**ACTIVITY**
Report every line in the records below that holds the word "tmpdir".

Segment Open

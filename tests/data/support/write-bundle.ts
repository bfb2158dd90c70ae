import { mkdirSync, mkdtempSync, writeFileSync } from 'node:fs';
import { tmpdir } from 'node:os';
import { join } from 'node:path';
import { Random } from '../../../src/numerics/random.js';

/**
 * Test-support writer of small measurement bundles in a temporary folder: the
 * loader and covariance tests corrupt one piece at a time. The numbers are
 * arbitrary inputs for the code paths, not physics checks.
 */
export interface BundleFiles {
  metadata: Record<string, unknown>;
  files: Record<string, string>;
}

export const POWER_DK = 0.01;
export const BISPECTRUM_DK = 0.02;

export function powerCsv(bins = 5, multipoles = [0, 2], scale = 1, rng?: Random): string {
  const rows = [`k_centre,k_eff,modes,${multipoles.map((l) => `P${l}`).join(',')}`];
  for (let i = 0; i < bins; i++) {
    const c = 0.02 + i * POWER_DK;
    const vals = multipoles.map((l) => (scale * 1e4 * (1 + (rng ? 0.05 * rng.normal() : 0))) / (1 + l) / (1 + 10 * c));
    rows.push(`${c.toFixed(4)},${(c + 0.001).toFixed(4)},${Math.round(4000 * c * c * 1e3)},${vals.join(',')}`);
  }
  return rows.join('\n') + '\n';
}

/** Triangle bins (i, j, l) on centres 0.03 + n * 0.02 for n < shells, kept when c1 - c2 - c3 < 1.5 dk. */
export function bispectrumCsv(shells = 3, scale = 1, rng?: Random): string {
  const rows = ['k1_centre,k2_centre,k3_centre,k1_eff,k2_eff,k3_eff,triangles,B0'];
  const c = (n: number) => 0.03 + n * BISPECTRUM_DK;
  for (let i = 0; i < shells; i++) {
    for (let j = 0; j <= i; j++) {
      for (let l = 0; l <= j; l++) {
        if (!(c(i) - c(j) - c(l) < 1.5 * BISPECTRUM_DK - 1e-12)) continue;
        const b = (scale * 1e8 * (1 + (rng ? 0.05 * rng.normal() : 0))) / (1 + 100 * c(i) * c(j));
        rows.push([c(i), c(j), c(l)].map((v) => v.toFixed(4)).join(',') + ',' + [c(i), c(j), c(l)].map((v) => (v + 0.002).toFixed(4)).join(',') + `,${1000 + 10 * i + j + l},${b}`);
      }
    }
  }
  return rows.join('\n') + '\n';
}

export function baseBundle(): BundleFiles {
  return {
    metadata: {
      format: 'treble-measurement-1',
      redshift: 0.5,
      numberDensity: 3e-4,
      lineOfSight: 'z-axis',
      boxSize: 1000,
      fiducialCosmology: { h: 0.6736, omegaB: 0.02237, omegaCdm: 0.12 },
      power: { table: 'power.csv', dk: POWER_DK },
      bispectrum: { table: 'bispectrum.csv', dk: BISPECTRUM_DK },
    },
    files: { 'power.csv': powerCsv(), 'bispectrum.csv': bispectrumCsv() },
  };
}

/** Write the bundle into a new temporary folder and return its path. */
export function writeBundle(b: BundleFiles): string {
  const dir = mkdtempSync(join(tmpdir(), 'treble-bundle-'));
  writeFileSync(join(dir, 'measurement.json'), JSON.stringify(b.metadata, null, 1));
  for (const [name, text] of Object.entries(b.files)) {
    mkdirSync(join(dir, name, '..'), { recursive: true });
    writeFileSync(join(dir, name), text);
  }
  return dir;
}

/** `count` noisy mock tables of the base bundle under mocks/power and mocks/bispectrum. */
export function withMocks(b: BundleFiles, count: number, seed = 1): BundleFiles {
  const rng = new Random(seed);
  const files = { ...b.files };
  for (let r = 0; r < count; r++) {
    const id = String(r).padStart(4, '0');
    files[`mocks/power/${id}.csv`] = powerCsv(5, [0, 2], 1, rng);
    files[`mocks/bispectrum/${id}.csv`] = bispectrumCsv(3, 1, rng);
  }
  return { metadata: { ...b.metadata, realisations: { power: 'mocks/power', bispectrum: 'mocks/bispectrum' } }, files };
}
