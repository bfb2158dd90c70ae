import { all, create, type MathNode } from 'mathjs';
import { InputError } from '../../contracts/input-error.js';

/**
 * Arithmetic expressions for derived parameters ("f * sigma8",
 * "(omegaB + omegaCdm) / h^2"), parsed and evaluated with mathjs in a locked-down
 * scope. Two fences:
 *  1. the mathjs instance has import, createUnit, evaluate, parse, simplify,
 *     derivative, compile, resolve and chain replaced by functions that throw
 *     (the mathjs documentation, "Security": these reach outside an expression);
 *  2. every parsed tree is checked against a whitelist before it is compiled:
 *     numbers, the declared variable names, pi and e, the operators + - * / ^
 *     (also unary), parentheses, and calls of a short list of elementary
 *     functions by name. Anything else (assignments, function definitions,
 *     property access, indexing, objects, arrays, strings, units, conditionals,
 *     ranges, blocks) is refused before it can run.
 */
const math = create(all, { predictable: true });
const mathParse = math.parse;

function disabled(name: string) {
  return () => {
    throw new Error(`mathjs function ${name} is disabled`);
  };
}
math.import(
  Object.fromEntries(['import', 'createUnit', 'evaluate', 'parse', 'simplify', 'derivative', 'compile', 'resolve', 'chain', 'reviver', 'parser'].map((n) => [n, disabled(n)])),
  { override: true },
);

const FUNCTIONS = new Set(['sqrt', 'cbrt', 'exp', 'log', 'log10', 'pow', 'abs', 'sin', 'cos', 'tan', 'min', 'max', 'square']);
const OPERATORS = new Set(['add', 'subtract', 'multiply', 'divide', 'pow', 'unaryMinus', 'unaryPlus']);
const CONSTANTS = new Set(['pi', 'e']);

export interface SafeExpression {
  readonly text: string;
  /** Variable names the expression reads. */
  readonly variables: readonly string[];
  /** Value for the given variables; NaN when one is missing or the result is not a real number. */
  evaluate(values: Readonly<Record<string, number>>): number;
}

function refuse(key: string, text: string, why: string): never {
  throw new InputError(`${key}: expression "${text}" is refused: ${why}`, { where: key, hint: 'derived expressions may use numbers, parameter names, + - * / ^, parentheses and sqrt, cbrt, exp, log, log10, pow, abs, sin, cos, tan, min, max, square' });
}

function check(node: MathNode, allowed: ReadonlySet<string>, used: Set<string>, key: string, text: string): void {
  const n = node as MathNode & { value?: unknown; name?: string; fn?: unknown; op?: string; args?: MathNode[] };
  switch (node.type) {
    case 'ConstantNode':
      if (typeof n.value !== 'number') refuse(key, text, `only numbers are allowed as constants, found ${JSON.stringify(n.value)}`);
      return;
    case 'SymbolNode':
      if (FUNCTIONS.has(n.name as string) || !(allowed.has(n.name as string) || CONSTANTS.has(n.name as string))) refuse(key, text, `unknown name '${n.name}' (known: ${[...allowed].join(', ')})`);
      if (allowed.has(n.name as string)) used.add(n.name as string);
      return;
    case 'ParenthesisNode':
      break;
    case 'OperatorNode':
      if (!OPERATORS.has(n.fn as string)) refuse(key, text, `operator '${n.op}' is not allowed`);
      break;
    case 'FunctionNode': {
      const fn = n.fn as MathNode & { name?: string };
      if (fn.type !== 'SymbolNode' || !FUNCTIONS.has(fn.name as string)) refuse(key, text, `call of '${fn.type === 'SymbolNode' ? fn.name : fn.toString()}' is not allowed`);
      for (const a of n.args ?? []) check(a, allowed, used, key, text);
      return;
    }
    default:
      refuse(key, text, `${node.type} '${node.toString()}' is not allowed`);
  }
  node.forEach((child) => check(child, allowed, used, key, text));
}

/** Parse and vet an expression over the given variable names; `key` names it in errors. */
export function compileSafeExpression(text: string, variables: Iterable<string>, key: string): SafeExpression {
  if (typeof text !== 'string' || text.trim() === '') refuse(key, String(text), 'it must be a non-empty string');
  if (text.length > 500) refuse(key, text.slice(0, 40) + '...', 'longer than 500 characters');
  let tree: MathNode;
  try {
    tree = mathParse(text);
  } catch (e) {
    refuse(key, text, `it does not parse (${(e as Error).message})`);
  }
  const allowed = new Set(variables);
  const used = new Set<string>();
  check(tree, allowed, used, key, text);
  const code = tree.compile();
  const names = [...used];
  return {
    text,
    variables: names,
    evaluate(values) {
      const scope = new Map<string, number>();
      for (const v of names) {
        const x = values[v];
        if (x === undefined) return Number.NaN;
        scope.set(v, x);
      }
      const r: unknown = code.evaluate(scope);
      return typeof r === 'number' ? r : Number.NaN;
    },
  };
}
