import { InputError, InputErrors } from '../contracts/input-error.js';
import type { MeasuredEntry } from './data-vector.js';

/**
 * Scale cuts, applied by index to the data vector, the model vector and the
 * covariance together (the covariance is cut before it is factorised).
 *
 * Per block ("P0", "B0", ...) or per statistic ("P", "B", applying to each of
 * its blocks; a block's own entry wins key by key):
 *   P: keep kMin <= k <= kMax;
 *   B: keep kMin <= smallest side, largest side <= kMax, and
 *      smallest / largest >= minSideRatio (a shape filter against squeezed triangles).
 * `blocks` lists the blocks to use (default: all). `wavenumbers` says whether the
 * limits compare with bin centres (default) or effective wavenumbers.
 */
export interface BlockCut {
  readonly kMin?: number;
  readonly kMax?: number;
  readonly minSideRatio?: number;
}

export interface ScaleCuts {
  readonly blocks?: readonly string[];
  readonly limits?: Readonly<Record<string, BlockCut>>;
  readonly wavenumbers?: 'centre' | 'effective';
}

export interface DataSelection {
  /** Indices into the full data vector, increasing. */
  readonly indices: Int32Array;
  readonly entries: readonly MeasuredEntry[];
  /** Kept / total entries per block, for printing. */
  readonly perBlock: Readonly<Record<string, { kept: number; total: number }>>;
}

function checkCut(key: string, c: BlockCut, problems: string[]): void {
  for (const k of Object.keys(c)) if (!['kMin', 'kMax', 'minSideRatio'].includes(k)) problems.push(`cuts.limits.${key}.${k} is not a known key (kMin, kMax, minSideRatio)`);
  for (const k of ['kMin', 'kMax', 'minSideRatio'] as const) {
    const v = c[k];
    if (v !== undefined && (typeof v !== 'number' || !Number.isFinite(v) || v < 0)) problems.push(`cuts.limits.${key}.${k} must be a number >= 0, got ${JSON.stringify(v)}`);
  }
  if (c.kMin !== undefined && c.kMax !== undefined && c.kMin > c.kMax) problems.push(`cuts.limits.${key}: kMin (${c.kMin}) exceeds kMax (${c.kMax})`);
  if (key.startsWith('P') && c.minSideRatio !== undefined) problems.push(`cuts.limits.${key}.minSideRatio applies only to bispectrum blocks`);
}

export function selectData(entries: readonly MeasuredEntry[], cuts: ScaleCuts = {}): DataSelection {
  const blocks = [...new Set(entries.map((e) => e.block))];
  const problems: string[] = [];
  for (const b of cuts.blocks ?? []) if (!blocks.includes(b)) problems.push(`cuts.blocks: '${b}' is not in the data vector (blocks: ${blocks.join(', ')})`);
  const limits = cuts.limits ?? {};
  for (const [key, c] of Object.entries(limits)) {
    if (key !== 'P' && key !== 'B' && !blocks.includes(key)) problems.push(`cuts.limits.${key}: no such block or statistic (blocks: ${blocks.join(', ')}; or P, B)`);
    else checkCut(key, c, problems);
  }
  if (cuts.wavenumbers !== undefined && cuts.wavenumbers !== 'centre' && cuts.wavenumbers !== 'effective') problems.push(`cuts.wavenumbers must be "centre" or "effective", got ${JSON.stringify(cuts.wavenumbers)}`);
  if (problems.length) throw new InputErrors(problems);

  const use = new Set(cuts.blocks ?? blocks);
  const effective = cuts.wavenumbers === 'effective';
  const kept: number[] = [];
  const perBlock: Record<string, { kept: number; total: number }> = {};
  entries.forEach((e, i) => {
    const tally = (perBlock[e.block] ??= { kept: 0, total: 0 });
    tally.total++;
    if (!use.has(e.block)) return;
    const c = { ...limits[e.statistic], ...limits[e.block] };
    const k = effective ? e.kEffective : e.k;
    const largest = Math.max(...k);
    const smallest = Math.min(...k);
    if (c.kMin !== undefined && smallest < c.kMin) return;
    if (c.kMax !== undefined && largest > c.kMax) return;
    if (c.minSideRatio !== undefined && smallest / largest < c.minSideRatio) return;
    tally.kept++;
    kept.push(i);
  });
  if (kept.length === 0) throw new InputError('cuts: the scale cuts leave no data (every entry of every block is removed)', { where: 'cuts' });
  const indices = Int32Array.from(kept);
  return { indices, entries: kept.map((i) => entries[i]), perBlock };
}

/** v[indices]. */
export function selectVector(v: Float64Array, indices: Int32Array): Float64Array {
  const out = new Float64Array(indices.length);
  for (let a = 0; a < indices.length; a++) out[a] = v[indices[a]];
  return out;
}

/** The sub-matrix M[indices, indices] of a row-major n x n matrix. */
export function selectMatrix(m: Float64Array, n: number, indices: Int32Array): Float64Array {
  const p = indices.length;
  const out = new Float64Array(p * p);
  for (let a = 0; a < p; a++) {
    const row = indices[a] * n;
    for (let b = 0; b < p; b++) out[a * p + b] = m[row + indices[b]];
  }
  return out;
}
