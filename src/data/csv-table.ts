import { readFileSync } from 'node:fs';
import { InputError } from '../contracts/input-error.js';

/**
 * A numeric CSV table with one header line. Row numbers in messages are file
 * line numbers (the header is line 1); columns are named by their header and
 * their 1-based position, so a message reads "power.csv:7: column 3 (k_eff) ...".
 */
export interface NumericTable {
  readonly file: string;
  readonly header: readonly string[];
  /** Column-major values: columns[c][r] for data row r (0-based). */
  readonly columns: readonly Float64Array[];
  readonly rowCount: number;
  /** File line number of data row r. */
  lineOf(r: number): number;
}

function splitLine(line: string): string[] {
  return line.split(',').map((s) => s.trim());
}

/** Parse CSV text; blank lines and lines starting with '#' are skipped. */
export function parseNumericTable(text: string, file: string): NumericTable {
  const lines = text.split(/\r?\n/);
  let headerLine = -1;
  for (let i = 0; i < lines.length; i++) {
    const t = lines[i].trim();
    if (t !== '' && !t.startsWith('#')) {
      headerLine = i;
      break;
    }
  }
  if (headerLine < 0) throw new InputError(`${file}: no header line`, { where: file });
  const header = splitLine(lines[headerLine]);
  const seen = new Set<string>();
  header.forEach((h, c) => {
    if (h === '') throw new InputError(`${file}:${headerLine + 1}: column ${c + 1} has an empty header`, { where: `${file}:${headerLine + 1}:${c + 1}` });
    if (seen.has(h)) throw new InputError(`${file}:${headerLine + 1}: column ${c + 1} repeats the header '${h}'`, { where: `${file}:${headerLine + 1}:${c + 1}` });
    seen.add(h);
  });
  const raw: number[][] = header.map(() => []);
  const lineNumbers: number[] = [];
  for (let i = headerLine + 1; i < lines.length; i++) {
    const t = lines[i].trim();
    if (t === '' || t.startsWith('#')) continue;
    const cells = splitLine(lines[i]);
    if (cells.length !== header.length) {
      throw new InputError(`${file}:${i + 1}: ${cells.length} columns, the header has ${header.length}`, { where: `${file}:${i + 1}` });
    }
    cells.forEach((cell, c) => {
      const v = cell === '' ? Number.NaN : Number(cell);
      if (!Number.isFinite(v)) {
        throw new InputError(`${file}:${i + 1}: column ${c + 1} (${header[c]}) is not a finite number: '${cell}'`, { where: `${file}:${i + 1}:${c + 1}` });
      }
      raw[c].push(v);
    });
    lineNumbers.push(i + 1);
  }
  if (lineNumbers.length === 0) throw new InputError(`${file}: the table has a header but no rows`, { where: file });
  return {
    file,
    header,
    columns: raw.map((c) => Float64Array.from(c)),
    rowCount: lineNumbers.length,
    lineOf: (r) => lineNumbers[r],
  };
}

export function readNumericTable(path: string, label = path): NumericTable {
  let text: string;
  try {
    text = readFileSync(path, 'utf8');
  } catch (e) {
    throw new InputError(`${label}: cannot read the file (${(e as Error).message})`, { where: label });
  }
  return parseNumericTable(text, label);
}

/** The column with this header, or an InputError naming the file and the missing header. */
export function tableColumn(t: NumericTable, name: string): Float64Array {
  const c = t.header.indexOf(name);
  if (c < 0) throw new InputError(`${t.file}: missing column '${name}' (header: ${t.header.join(', ')})`, { where: t.file });
  return t.columns[c];
}

/** Location string of a cell for messages: "file:line:column (name)". */
export function cellWhere(t: NumericTable, r: number, name: string): string {
  return `${t.file}:${t.lineOf(r)}: column ${t.header.indexOf(name) + 1} (${name})`;
}
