import type { TriangleBins } from '../bispectrum/triangle-bins.js';
import { InputError } from '../contracts/input-error.js';
import { cellWhere, tableColumn, type NumericTable } from './csv-table.js';

/**
 * One measured statistic read from its CSV table: the bins (one wavenumber per
 * bin for P, three for B) and one value column per multipole.
 *   power:      k_centre, k_eff, modes, P0[, P2, P4, ...]
 *   bispectrum: k1_centre, k2_centre, k3_centre, k1_eff, k2_eff, k3_eff, triangles, B0[, B2, ...]
 */
export interface StatisticTable {
  readonly statistic: 'P' | 'B';
  readonly file: string;
  readonly dk: number;
  /** Number of bins (rows). */
  readonly size: number;
  /** Wavenumbers per bin: 1 for P, 3 for B. */
  readonly sides: 1 | 3;
  /** Bin centres, `sides` per bin. */
  readonly centres: Float64Array;
  /** Effective (mean) wavenumbers, `sides` per bin. */
  readonly effective: Float64Array;
  /** Shell index of each centre on the grid c_n = c_0 + n dk, `sides` per bin. */
  readonly shells: Int32Array;
  /** Mode count (P) or fundamental-triangle count (B) per bin. */
  readonly counts: Float64Array;
  /** Multipole orders, ascending. */
  readonly multipoles: readonly number[];
  /** Values per multipole, in `multipoles` order. */
  readonly values: readonly Float64Array[];
}

const SIDE_NAMES = { P: { centre: ['k_centre'], eff: ['k_eff'], count: 'modes' }, B: { centre: ['k1_centre', 'k2_centre', 'k3_centre'], eff: ['k1_eff', 'k2_eff', 'k3_eff'], count: 'triangles' } } as const;

export function readStatisticTable(t: NumericTable, statistic: 'P' | 'B', dk: number): StatisticTable {
  const names = SIDE_NAMES[statistic];
  const sides = names.centre.length as 1 | 3;
  const size = t.rowCount;
  const centreCols = names.centre.map((n) => tableColumn(t, n));
  const effCols = names.eff.map((n) => tableColumn(t, n));
  const counts = Float64Array.from(tableColumn(t, names.count));
  const known = new Set<string>([...names.centre, ...names.eff, names.count]);
  const multipoles: number[] = [];
  const valueCols: Float64Array[] = [];
  t.header.forEach((h, c) => {
    if (known.has(h)) return;
    const m = new RegExp(`^${statistic}(\\d+)$`).exec(h);
    if (!m || Number(m[1]) % 2 !== 0) {
      throw new InputError(`${t.file}: column ${c + 1} '${h}' is neither a bin column nor an even multipole ${statistic}0, ${statistic}2, ...`, { where: `${t.file}:1:${c + 1}` });
    }
    multipoles.push(Number(m[1]));
    valueCols.push(Float64Array.from(t.columns[c]));
  });
  if (multipoles.length === 0) throw new InputError(`${t.file}: no multipole column (${statistic}0, ${statistic}2, ...)`, { where: t.file });
  const order = multipoles.map((_, i) => i).sort((a, b) => multipoles[a] - multipoles[b]);

  const centres = new Float64Array(size * sides);
  const effective = new Float64Array(size * sides);
  let c0 = Infinity;
  for (const col of centreCols) for (const v of col) c0 = Math.min(c0, v);
  const shells = new Int32Array(size * sides);
  for (let r = 0; r < size; r++) {
    if (!(counts[r] > 0)) throw new InputError(`${cellWhere(t, r, names.count)} must be positive, got ${counts[r]}`, { where: `${t.file}:${t.lineOf(r)}` });
    for (let s = 0; s < sides; s++) {
      const c = centreCols[s][r];
      const e = effCols[s][r];
      const n = Math.round((c - c0) / dk);
      if (!(c > 0) || Math.abs(c - c0 - n * dk) > 1e-6 * dk) {
        throw new InputError(`${cellWhere(t, r, names.centre[s])} = ${c} is not on the shell grid ${c0} + n * ${dk}`, { where: `${t.file}:${t.lineOf(r)}` });
      }
      // Half-open shell [c - dk/2, c + dk/2) (docs/conventions.md, "Binning"), with rounding slack.
      if (!(e >= c - 0.5 * dk * (1 + 1e-9)) || !(e <= c + 0.5 * dk * (1 + 1e-9))) {
        throw new InputError(`${cellWhere(t, r, names.eff[s])} = ${e} lies outside its shell [${c - dk / 2}, ${c + dk / 2})`, { where: `${t.file}:${t.lineOf(r)}` });
      }
      centres[r * sides + s] = c;
      effective[r * sides + s] = e;
      shells[r * sides + s] = n;
    }
    if (sides === 3) {
      const [i, j, l] = [shells[3 * r], shells[3 * r + 1], shells[3 * r + 2]];
      if (!(i >= j && j >= l)) throw new InputError(`${t.file}:${t.lineOf(r)}: triangle centres must satisfy k1 >= k2 >= k3`, { where: `${t.file}:${t.lineOf(r)}` });
    }
    if (r > 0 && !binAfter(shells, sides, r)) {
      throw new InputError(`${t.file}:${t.lineOf(r)}: bins must be listed once each in increasing (lexicographic) order of their shells`, { where: `${t.file}:${t.lineOf(r)}` });
    }
  }
  return {
    statistic,
    file: t.file,
    dk,
    size,
    sides,
    centres,
    effective,
    shells,
    counts,
    multipoles: order.map((i) => multipoles[i]),
    values: order.map((i) => valueCols[i]),
  };
}

/** True when bin r comes strictly after bin r - 1 in lexicographic shell order. */
function binAfter(shells: Int32Array, sides: number, r: number): boolean {
  for (let s = 0; s < sides; s++) {
    const a = shells[(r - 1) * sides + s];
    const b = shells[r * sides + s];
    if (b !== a) return b > a;
  }
  return false;
}

/** Refuse a mock table whose bins or multipoles differ from the measurement's. */
export function checkSameBins(reference: StatisticTable, other: StatisticTable): void {
  if (other.size !== reference.size) throw new InputError(`${other.file}: ${other.size} bins, the measurement ${reference.file} has ${reference.size}`, { where: other.file });
  if (other.multipoles.join() !== reference.multipoles.join()) {
    throw new InputError(`${other.file}: multipoles ${other.multipoles.join(', ')} differ from ${reference.multipoles.join(', ')} in ${reference.file}`, { where: other.file });
  }
  for (let i = 0; i < reference.shells.length; i++) {
    if (other.shells[i] !== reference.shells[i] || Math.abs(other.centres[i] - reference.centres[i]) > 1e-6 * reference.dk) {
      throw new InputError(`${other.file}: bin ${Math.floor(i / reference.sides) + 1} has other centres than in ${reference.file}`, { where: other.file });
    }
  }
}

/** Smallest bin centre of a table (the first shell of its grid). */
export function firstCentre(t: StatisticTable): number {
  let c = Infinity;
  for (const v of t.centres) c = Math.min(c, v);
  return c;
}

/** The triangle bins of a bispectrum table, on its own shell grid (src/bispectrum/triangle-bins.ts). */
export function triangleBinsOf(t: StatisticTable): TriangleBins {
  let top = 0;
  for (const s of t.shells) top = Math.max(top, s);
  return { shells: { kMin: firstCentre(t), dk: t.dk, count: top + 1 }, size: t.size, indices: Int32Array.from(t.shells), centres: Float64Array.from(t.centres) };
}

Segment Closed

**SOLUTION FOR THIS EXERCISE**
import { tmpdir } from 'node:os';
  const dir = mkdtempSync(join(tmpdir(), 'treble-bundle-'));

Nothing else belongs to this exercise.